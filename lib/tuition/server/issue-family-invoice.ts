import 'server-only';
import { recordAudit } from '@/db/audit';
import type { Trx } from '@/db/connection';
import { issueInvoice } from '@/db/invoices';
import { postJournal } from '@/db/journal';
import { findLegalEntity } from '@/db/legal-entities';
import { takeNumber } from '@/db/number-series';
import { payersOfFamilies, type Payer } from '@/db/payers';
import { markItemReleased, type ItemWithFamily, type TuitionRun } from '@/db/tuition-runs';
import { say } from '@/lib/explained';
import { formatDate } from '@/lib/format';
import { queueMail } from '@/lib/messages/server/queue-mail';
import { env } from '@/lib/server/env';
import type { Context } from '@/lib/server/context';
import { newId } from '@/lib/server/ids';
import type { Bill, BillShare } from '../bill';
import { journalOfInvoice } from '../journal';

/** Turns one worked-out bill into an issued invoice, inside the caller's transaction. */
export async function issueFamilyInvoice(trx: Trx, context: Context, run: TuitionRun, item: ItemWithFamily): Promise<void> {
  const bill = JSON.parse(item.billJson) as Bill;
  const entity = await findLegalEntity(trx, item.legalEntityId);
  if (!entity) throw new Error('a family needs a legal entity');
  const payers = new Map((await payersOfFamilies(trx, [item.familyId])).map((payer) => [payer.id, payer]));
  const number = await takeNumber(trx, entity.id, 'invoice');
  const invoiceId = newId();
  const { name, country, taxNumber, addressLines } = entity;
  await issueInvoice(trx, {
    bill, payers, newId,
    invoice: {
      id: invoiceId, legalEntityId: entity.id, familyId: item.familyId, tuitionRunId: run.id, label: run.label, ...number, issuedOn: context.today, dueOn: run.dueOn,
      currency: item.currency, sellerJson: JSON.stringify({ name, country, taxNumber, addressLines }), createdBy: context.actor.personId,
    },
  });
  const entry = { id: newId(), legalEntityId: entity.id, postedOn: context.today, documentKind: 'invoice' as const, documentId: invoiceId, memo: `Invoice ${number.documentNo}`, currency: item.currency };
  await postJournal(trx, entry, journalOfInvoice(bill), item.familyId);
  for (const share of bill.shares) await mailShare(trx, context, { share, payer: payers.get(share.payerId), invoiceId, run, currency: item.currency, documentNo: number.documentNo });
  await markItemReleased(trx, item.id, invoiceId);
  await recordAudit(trx, context, {
    action: 'issue', tableName: 'invoice', rowId: invoiceId, after: { documentNo: number.documentNo, totalMinor: bill.totalMinor },
    sentence: `Issued invoice ${number.documentNo} to family ${item.familyName}: ${say(bill.totalMinor, { currency: item.currency, locale: context.school.locale })}.`,
  });
}

type Mailing = { share: BillShare; payer: Payer | undefined; invoiceId: string; run: TuitionRun; currency: string; documentNo: string };

/** Each payer reads of their own share and of nobody else's. */
async function mailShare(trx: Trx, context: Context, { share, payer, invoiceId, run, currency, documentNo }: Mailing): Promise<void> {
  const to = payer?.personId ? { personId: payer.personId } : payer?.billingEmail ? { name: payer.name, address: payer.billingEmail } : null;
  if (!to) return;
  const words = { currency, locale: context.school.locale };
  const dues = share.instalments.filter(({ amountMinor }) => amountMinor > 0).map(({ dueOn, amountMinor }) => `${say(amountMinor, words)} by ${formatDate(dueOn, words.locale, 'full')}`);
  await queueMail(trx, context, to, {
    topic: 'invoice', key: `invoice:${invoiceId}:${share.payerId}`, subjectRef: invoiceId, subject: `Invoice ${documentNo}, ${run.label}`,
    lines: [
      `Your invoice ${documentNo} for ${run.label} is ready: ${say(share.amountMinor, words)}.`,
      ...share.parts.map(({ sentence }) => sentence),
      ...(dues.length > 0 ? [`Please pay ${dues.join(', ')}.`] : ['There is nothing to pay.']),
      'Every line of the invoice opens to show how it was worked out.',
    ],
    link: { label: 'Open the invoice', url: `${env().NEXTAUTH_URL}/bills/${invoiceId}` },
  });
}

# Required work
Report every line of the records that contains the word "payersOfFamilies".

# Reply to the exercise
import { payersOfFamilies, type Payer } from '@/db/payers';
  const payers = new Map((await payersOfFamilies(trx, [item.familyId])).map((payer) => [payer.id, payer]));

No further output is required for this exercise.